Broken Access Control occurs when an API fails to enforce proper authorization checks, allowing one user to act on another user's resources. NestJS, a popular Node.js framework, provides modules, guards, and interceptors to structure authorization, but developers must wire these explicitly. CockroachDB, a distributed SQL database, does not inherently enforce row-level policies at the connection level; it relies on the application to issue correct queries with tenant or user identifiers. When a NestJS service uses a shared CockroachDB connection or pool without scoping queries to the requesting user, data from other users can be returned or modified unintentionally.

Consider a typical pattern: a controller receives a user-supplied id and passes it to a service that builds a SQL query like SELECT * FROM documents WHERE id = $1. If the service does not also filter by user_id, an attacker who iterates numeric or UUID identifiers can read or modify documents they do not own. This is a classic Insecure Direct Object Reference (IDOR), which maps to the Broken Access Control category in the OWASP API Top 10. The distributed nature of CockroachDB means queries run across nodes; without tenant isolation in SQL, a compromised service account could potentially access data belonging to other tenants if row ownership is not enforced in every query.

Another vector arises from role or permission checks performed only in the NestJS layer but not validated server-side in CockroachDB. If a service method relies solely on an in-memory role array and then constructs dynamic SQL by string interpolation, an attacker may exploit logic flaws to escalate privileges, such as changing their role in a join table or modifying admin flags. Because CockroachDB supports complex joins and constraints, it is best to enforce permissions in both the application layer (NestJS guards and interceptors) and the database layer (policies in WHERE clauses). Without this dual enforcement, the API surface expands, and the risk of unauthorized data access or mutation increases.
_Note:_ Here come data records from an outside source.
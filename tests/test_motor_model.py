"""The DC motor torque-speed line against its textbook definition and trade figures."""

from __future__ import annotations

import math

import pytest

from reviewer.engineering.motor import (
    TorqueSpeedLine,
    back_emf_constant,
    copper_loss,
    input_power,
    no_load_speed,
    rad_s_to_rpm,
    rpm_to_rad_s,
    stall_current,
    torque_constant,
)


@pytest.mark.parametrize("kv", [50.0, 100.0, 190.0, 1000.0])
def test_torque_constant_is_9_5493_over_kv(kv: float) -> None:
    # SI definition of Kt and Ke: Kt = Ke = 60 / (2 pi Kv) = 9.5493 / Kv
    assert torque_constant(kv) == pytest.approx(9.5493 / kv, rel=1e-5)
    assert back_emf_constant(kv) == torque_constant(kv)


def test_back_emf_power_equals_shaft_power() -> None:
    # SI definition of Kt and Ke: E I = T w holds only because Kt = Ke in SI units
    kv, current, omega = 150.0, 12.0, rpm_to_rad_s(3000.0)
    electrical = back_emf_constant(kv) * omega * current
    mechanical = torque_constant(kv) * current * omega
    assert electrical == pytest.approx(mechanical)


def test_kv_times_voltage_is_ideal_no_load_speed() -> None:
    # SI definition of Kt and Ke: Kv in rpm per volt of back-EMF, so 100 rpm/V at 24 V is 2400 rpm
    assert rad_s_to_rpm(no_load_speed(24.0, 100.0)) == pytest.approx(2400.0)


def test_stall_current_is_voltage_over_loop_resistance() -> None:
    # from memory: Chapman, Electric Machinery Fundamentals: locked rotor, E = 0, I = V / R
    assert stall_current(24.0, 0.2) == pytest.approx(120.0)
    line = TorqueSpeedLine(kv_rpm_per_v=100.0, voltage=24.0, loop_resistance=0.2)
    assert line.current(0.0) == pytest.approx(120.0)


def test_line_is_straight_from_stall_to_no_load() -> None:
    # from memory: Chapman, V = E + I R with E = Ke w gives a straight torque-speed line
    line = TorqueSpeedLine(kv_rpm_per_v=100.0, voltage=24.0, loop_resistance=0.2)
    stall_torque = line.torque(0.0)
    assert line.torque(line.no_load_speed) == pytest.approx(0.0, abs=1e-9)
    assert line.torque(0.5 * line.no_load_speed) == pytest.approx(0.5 * stall_torque)
    assert stall_torque == pytest.approx(9.5493 / 100.0 * 120.0, rel=1e-5)


def test_current_limit_flattens_the_low_speed_end() -> None:
    # from memory: Chapman, V = E + I R; the limit caps I where (V - E) / R exceeds it
    line = TorqueSpeedLine(
        kv_rpm_per_v=100.0, voltage=24.0, loop_resistance=0.2, current_limit=20.0
    )
    knee = (24.0 - 20.0 * 0.2) / line.ke
    assert line.current(0.0) == 20.0
    assert line.current(0.9 * knee) == 20.0
    assert line.current(1.1 * knee) < 20.0
    assert line.stall_current == pytest.approx(120.0)  # what the limit has to hold back


def test_no_load_current_takes_friction_off_the_torque() -> None:
    # from memory: Chapman; the no-load current only overcomes friction, so T = Kt (I - I0)
    line = TorqueSpeedLine(
        kv_rpm_per_v=100.0, voltage=24.0, loop_resistance=0.2, no_load_current=1.5
    )
    assert line.current(line.no_load_speed) == pytest.approx(1.5)
    assert line.torque(line.no_load_speed) == pytest.approx(0.0, abs=1e-9)
    assert line.torque(0.0) == pytest.approx(line.kt * (120.0 - 1.5))


def test_shorted_motor_braking_current_check_value() -> None:
    # domain brief section 6 check value (derived from V = E + I R): 30 A, 0.2 ohm, 100 rpm/V
    # gives n* = I R Kv = 600 rpm; a shorted motor is the line at V = 0
    shorted = TorqueSpeedLine(kv_rpm_per_v=100.0, voltage=0.0, loop_resistance=0.2)
    assert shorted.current(rpm_to_rad_s(600.0)) == pytest.approx(-30.0)


def test_holding_eight_amps_at_24_volts_still_draws_192_watts() -> None:
    # common practice: a current limit of 8 A at 24 V still puts close to 200 W into the drive
    assert input_power(24.0, 8.0) == pytest.approx(192.0)
    # and that is not the winding's heat: copper loss in 0.3 ohm at 8 A is a tenth of it
    assert copper_loss(8.0, 0.3) == pytest.approx(19.2)


def test_halving_the_pack_voltage_about_halves_no_load_speed() -> None:
    # common practice: a brushed motor on 12 V runs at about half its 24 V no-load speed
    full = no_load_speed(24.0, 150.0, loop_resistance=0.3, no_load_current=1.0)
    half = no_load_speed(12.0, 150.0, loop_resistance=0.3, no_load_current=1.0)
    assert full / half == pytest.approx(2.0, rel=0.05)
    assert full / half > 2.0  # the friction current's drop weighs more at the lower voltage


def test_rpm_conversion_round_trip() -> None:
    # SI definition of the radian: one turn is 2 pi rad
    assert rpm_to_rad_s(60.0) == pytest.approx(2 * math.pi)
    assert rad_s_to_rpm(rpm_to_rad_s(4321.0)) == pytest.approx(4321.0)


def test_nonsense_inputs_are_refused() -> None:
    with pytest.raises(ValueError):
        torque_constant(0.0)
    with pytest.raises(ValueError):
        stall_current(24.0, 0.0)
    with pytest.raises(ValueError):
        TorqueSpeedLine(kv_rpm_per_v=100.0, voltage=24.0, loop_resistance=0.0)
Middleware or interceptors that log request context can also inadvertently expose sensitive fields if structured data from CockroachDB is printed without redaction. In distributed SQL systems, query plans and execution details may reveal schema information that aids an attacker. Proper input validation and output encoding in NestJS, combined with explicit column selection in CockroachDB queries, reduce information leakage. The 12 security checks in middleBrick, including BOLA/IDOR and Property Authorization, are designed to detect these classes of flaws by correlating runtime behavior with OpenAPI specifications and database interaction patterns.

Remediation centers on ensuring every database query includes tenant or user context and that authorization decisions are verified before query construction. In NestJS, use a combination of Guards, Scopes, and Request Context to pass the authenticated user’s identifier into data access layers. With CockroachDB, always include a tenant or user column in WHERE clauses and avoid selecting by primary key alone.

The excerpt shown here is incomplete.